### WHAT TO DO
The line holding "passed, failed = run_checks()" and all lines that follow it to the end of the data: return these exactly, and nothing more.

Content starts

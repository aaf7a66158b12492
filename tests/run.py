"""All checks of fieldcheck with one command: `python3 tests/run.py [--full] [arguments for pytest]`.

Sets itself up first (system packages, Chromium, virtual environment), then runs lint, types, import layers and every
test.  The last line is `N passed, N failed`; any failure exits with 1.
Without --full the long tests run in their short form, and the line of each says what it samples.
"""

import os
import re
import subprocess
import sys
import time
from pathlib import Path

sys.path.insert(0, str(Path(__file__).resolve().parent.parent / "demo"))

import bootstrap

REPO = bootstrap.REPO

LONG_FORMS = (
    "entry parser: 1,000,000 random texts (short form: some thousands)",
    "record: 600 random bit flips (short form: 60)",
    "parity: 3,000 generated calls in three runtimes (short form: the same table, thinned)",
)


def checks() -> list[tuple[str, list[str]]]:
    """Name and command of each check that is not a test."""
    python = str(bootstrap.PYTHON)
    return [
        ("lint (ruff)", [python, "-m", "ruff", "check", "."]),
        ("types (mypy --strict)", [python, "-m", "mypy"]),
        ("import layers (import-linter)", [str(bootstrap.PYTHON.parent / "lint-imports")]),
        ("rules (fieldcheck rules check)", [python, "-m", "fieldcheck", "rules", "check"]),
    ]


def run_checks() -> tuple[int, int]:
    """Runs them in turn; shows the output of those that fail.  (passed, failed)."""
    passed = failed = 0
    for name, command in checks():
        started = time.monotonic()
        done = subprocess.run(command, cwd=REPO, capture_output=True, text=True, check=False)
        good = done.returncode == 0
        passed, failed = passed + good, failed + (not good)
        print(f"{'passed' if good else 'FAILED'}  {name}  {time.monotonic() - started:.0f} s", flush=True)
        if not good:
            print(done.stdout + done.stderr, flush=True)
    return passed, failed


def run_tests(arguments: list[str], full: bool) -> tuple[int, int]:
    """Runs pytest on two cores.  (passed, failed); errors count as failed, and so does a run without any test."""
    marks = [] if full else ["-m", "not full"]
    command = [str(bootstrap.PYTHON), "-m", "pytest", "-n", "2", "--dist", "loadgroup", *marks, *arguments]
    print("tests: pytest " + " ".join(command[3:]), flush=True)
    for line in LONG_FORMS:
        print(("  full:  " if full else "  short: ") + line, flush=True)
    process = subprocess.Popen(command, cwd=REPO, stdout=subprocess.PIPE, text=True)
    last = ""
    assert process.stdout is not None
    for line in process.stdout:
        print(line, end="", flush=True)
        if re.search(r"\d+ (passed|failed|error)", line):
            last = line
    process.wait()
    counts = {word: int(number) for number, word in re.findall(r"(\d+) (passed|failed|error|skipped)", last)}
    if counts.get("skipped"):
        print(f"skipped tests: {counts['skipped']}", flush=True)
    failed = counts.get("failed", 0) + counts.get("error", 0)
    if process.returncode not in (0, 1) or not counts or (process.returncode and not failed):
        failed += 1
    return counts.get("passed", 0), failed


def main(arguments: list[str]) -> int:
    """Set-up, checks, tests, and the closing line."""
    if not bootstrap.is_inside():
        bootstrap.install_packages(bootstrap.RECORD_PACKAGES + bootstrap.TEST_PACKAGES)
        bootstrap.install_program("tests")
        bootstrap.again_inside(str(Path(__file__).resolve()), arguments)
    full = "--full" in arguments
    arguments = [one for one in arguments if one != "--full"]
    os.environ.pop("FIELDCHECK_DATA", None)
    passed, failed = run_checks()
    more_passed, more_failed = run_tests(arguments, full)
    print(f"{passed + more_passed} passed, {failed + more_failed} failed", flush=True)
    return 1 if failed + more_failed else 0


if __name__ == "__main__":
    raise SystemExit(main(sys.argv[1:]))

Content ends

### WORKED SOLUTION
    passed, failed = run_checks()
    more_passed, more_failed = run_tests(arguments, full)
    print(f"{passed + more_passed} passed, {failed + more_failed} failed", flush=True)
    return 1 if failed + more_failed else 0


if __name__ == "__main__":
    raise SystemExit(main(sys.argv[1:]))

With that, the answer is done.